Empirical Risk Minimization

Lets reflect on the MSE and how model complexity gives raise to various generalization errors.

\[MSE = \mathbb{E}[(\hat{y}_i - y_i)^2] = \mathrm{Bias}(\hat{y}_i)^2 + \mathrm{Var}(\hat{y}_i)\]

which means that the MSE captures both bias and variance of the estimated target variables and as shown in the plots above, increasing model capacity can really increase the variance of \(\hat{y}\). We have seen that as the \(\mathbf{w}\) is trying to exactly fit, or memorize, the data, it minimizes the bias (in fact for model complexity M=9 the bias is 0) but it also exhibits significant variability that is itself translated to \(\hat{y}\). Although the definition of model capacity is far more rigorous, we will broadly associate complexity with capacity and borrow the figure below from Ian Goodfellow’s book to demosntrate the tradeoff between bias and variance. What we have done with regularization is to find the \(\lambda\) that minimized generalization error aka. find the optimal model capacity.

As capacity increases (x-axis), bias (dotted) tends to decrease and variance(dashed) tends to increase, yielding another U-shaped curve for generalization error (bold curve). If we vary capacity along one axis, there is an optimal capacity, with underﬁtting when the capacity is below this optimum and overﬁtting when it is above.

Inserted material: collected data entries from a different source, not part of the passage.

describe('the real answers are as documented', () => {
	const cases: [string, string, SchemaName][] = [
		['/api/v1/health', '', 'Health'],
		['/api/v1/queues', 'quality', 'Queues'],
		['/api/v1/audit?limit=20', 'inspector', 'AuditPage'],
		['/api/v1/audit/verify', 'inspector', 'Verification'],
		['/api/v1/audit/checkpoints', 'inspector', 'Checkpoints'],
		['/api/v1/audit/proof?seq=1&treeSize=CHECKPOINT', 'inspector', 'Proof'],
		['/api/v1/access-review', 'quality', 'AccessReview'],
		['/api/v1/access-review?table=changes', 'quality', 'AccessReview']
	];
	it.each(cases)('GET %s answers its schema (%s)', async (path, who, schema) => {
		let url = path;
		if (path.includes('CHECKPOINT')) {
			const [{ n }] =
				(await t.ownerSql`select max(tree_size)::int as n from audit_checkpoints`) as unknown as [
					{ n: number }
				];
			url = path.replace('CHECKPOINT', String(n));
		}
		const response = await get(url, who || undefined);
		expect(response.status, url).toBe(200);
		const validate = validatorOf(schema);
		const body = await response.json();
		expect(validate(body), JSON.stringify(validate.errors?.slice(0, 3))).toBe(true);
	});

	it('the verification stream is JSON Lines of VerificationLine', async () => {
		const text = await (await get('/api/v1/audit/verify/stream', 'inspector')).text();
		const validate = validatorOf('VerificationLine');
		const lines = text
			.trimEnd()
			.split('\n')
			.map((l) => JSON.parse(l));
		expect(lines.at(-1)).toMatchObject({ done: true, ok: true });
		for (const line of lines) expect(validate(line), JSON.stringify(line)).toBe(true);
	});

	it('a usage report answers UsageAnswer', async () => {
		const response = await postUsage(
			'XV-3104',
			JSON.stringify({
				sipCycle: {
					startedAt: '2026-11-30T06:00:00Z',
					endedAt: '2026-11-30T06:45:00Z',
					peakTemperatureC: 121.1,
					absolutePressureBar: 2.05685,
					holdMinutes: 20
				}
			})
		);
		expect(response.status).toBe(200);
		const validate = validatorOf('UsageAnswer');
		expect(validate(await response.json()), JSON.stringify(validate.errors)).toBe(true);
	});
});

describe('every API error has one shape: {"message", "field"} (the Error schema)', () => {
	const isError = validatorOf('Error');
	/** SvelteKit's and the old fallback's words, which tell nobody what to do. */
	const vague =
		/^(Not found|The request was refused|Something went wrong on our side|Internal Error|Method Not Allowed)\.?$/;

	async function expectShape(
		response: Response,
		status: number,
		field: string | null,
		where: string
	) {
		expect(response.status, where).toBe(status);
		expect(response.headers.get('content-type'), where).toContain('application/json');
		const body = await response.json();
		expect(isError(body), `${where}: ${JSON.stringify(body)}`).toBe(true);
		expect(Object.keys(body).sort(), where).toEqual(
			status >= 500 ? ['errorId', 'field', 'message'] : ['field', 'message']
		);
		expect(body.field, where).toBe(field);
		expect(body.message, where).not.toMatch(vague);
		expect(body.message.length, where).toBeGreaterThan(10);
		return body as { message: string; field: string | null; errorId?: string };
	}

	it('400: a query or body at fault names its field', async () => {
		await expectShape(await get('/api/v1/audit?limit=0', 'inspector'), 400, 'limit', 'audit limit');
		await expectShape(
			await get('/api/v1/audit?colour=red', 'inspector'),
			400,
			'colour',
			'audit unknown'
		);
		await expectShape(
			await get('/api/v1/audit/export?format=xml', 'inspector'),
			400,
			'format',
			'export'
		);
		await expectShape(
			await get('/api/v1/access-review?from=yesterday', 'quality'),
			400,
			'from',
			'review'
		);
		await expectShape(
			await get('/api/v1/access-review?from=2026-12-01&from=2026-12-02', 'quality'),
			400,
			'from',
			'review twice'
		);
		await expectShape(
			await get('/api/v1/audit/proof?seq=x&treeSize=1', 'inspector'),
			400,
			'seq',
			'proof'
		);
		await expectShape(
			await get('/api/v1/audit/proof?seq=1', 'inspector'),
			400,
			'treeSize',
			'proof pair'
		);
		await expectShape(await get('/api/v1/audit/proof', 'inspector'), 400, null, 'proof none');
		await expectShape(await postUsage('XV-3104', '{not json'), 400, null, 'usage not JSON');
		await expectShape(
			await postUsage('XV-3104', JSON.stringify({ sipCycle: { holdMinutes: 5 } })),
			400,
			'sipCycle.startedAt',
			'usage field'
		);
	});

	it('401: not signed in, or no token', async () => {
		const body = await expectShape(await get('/api/v1/audit'), 401, null, 'anonymous audit');
		expect(body.message).toMatch(/Sign in/);
		const noToken = await expectShape(
			await postUsage('XV-3104', '{}', null),
			401,
			null,
			'no token'
		);
		expect(noToken.message).toMatch(/Bearer/);
		await expectShape(
			await postUsage('XV-3104', '{}', 'cs_usage_guess'),
			401,
			null,
			'unknown token'
		);
	});

	it('403: roles that do not allow it', async () => {
		await expectShape(await get('/api/v1/audit', 'tech1'), 403, null, 'technician audit');
		await expectShape(await get('/api/v1/access-review', 'tech1'), 403, null, 'technician review');
	});

	it('404: a path no route serves, a checkpoint or a tag that does not exist', async () => {
		const body = await expectShape(
			await get('/api/v1/no-such-thing', 'inspector'),
			404,
			null,
			'no route'
		);
		expect(body.message).toMatch(/openapi\.json/);
		await expectShape(await get('/api/v2/anything'), 404, null, 'no version');
		await expectShape(
			await get('/api/v1/audit/proof?seq=1&treeSize=999999', 'inspector'),
			404,
			'treeSize',
			'proof'
		);
		await expectShape(
			await postUsage(
				'NO-SUCH-TAG',
				JSON.stringify({ operatingHours: { hours: 1, until: '2026-12-01T00:00:00Z' } })
			),
			404,
			'tag',
			'tag'
		);
	});

	it('405: a method the route does not take says which it does', async () => {
		const response = await fetch(`${app.origin}/api/v1/audit`, {
			method: 'POST',
			headers: {
				cookie: cookies.inspector!,
				origin: app.origin,
				'content-type': 'application/json'
			},
			body: '{}'
		});
		const body = await expectShape(response, 405, null, 'POST audit');
		expect(body.message).toMatch(/GET/);
		await expectShape(
			await fetch(`${app.origin}/api/v1/health`, { method: 'DELETE' }),
			405,
			null,
			'DELETE health'
		);
	});

	it('413: a body over 1 MB is refused before it is read', async () => {
		const big = await postUsage('XV-3104', JSON.stringify({ note: 'x'.repeat(1024 * 1024 + 10) }));
		await expectShape(big, 413, null, 'big usage');
	});

	it('500: a failure of the server says what to do and gives the id to quote, never a stack', async () => {
		await t.ownerSql`revoke select on audit_checkpoints from countersign_app`;
		try {
			for (const accept of ['application/json', 'text/html', '*/*']) {
				const body = await expectShape(
					await get('/api/v1/audit/checkpoints', 'inspector', { accept }),
					500,
					null,
					`checkpoints (${accept})`
				);
				expect(body.message).toContain(body.errorId!);
				expect(body.message).not.toMatch(/permission|audit_checkpoints|at \w+ \(/);
			}
		} finally {
			await t.ownerSql`grant select on audit_checkpoints to countersign_app`;
		}
		expect((await get('/api/v1/audit/checkpoints', 'inspector')).status).toBe(200);
	});
});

Bias and Variance Decomposition during the training process

Apart from the composition of the generalization error for various model capacities, it is interesting to make some general comments regarding the decomposition of the generalization error (also known as empirical risk) during training. Early in training the bias is large because the predictor output is far from the target function. The variance is very small because the data has had little influence yet. Late in training the bias is small because the predictor has learned the underlying function. However if train for too long then the predictor will also have learned the noise specific to the dataset (overfitting). In such case the variance will be large because the noise varies between training and test datasets.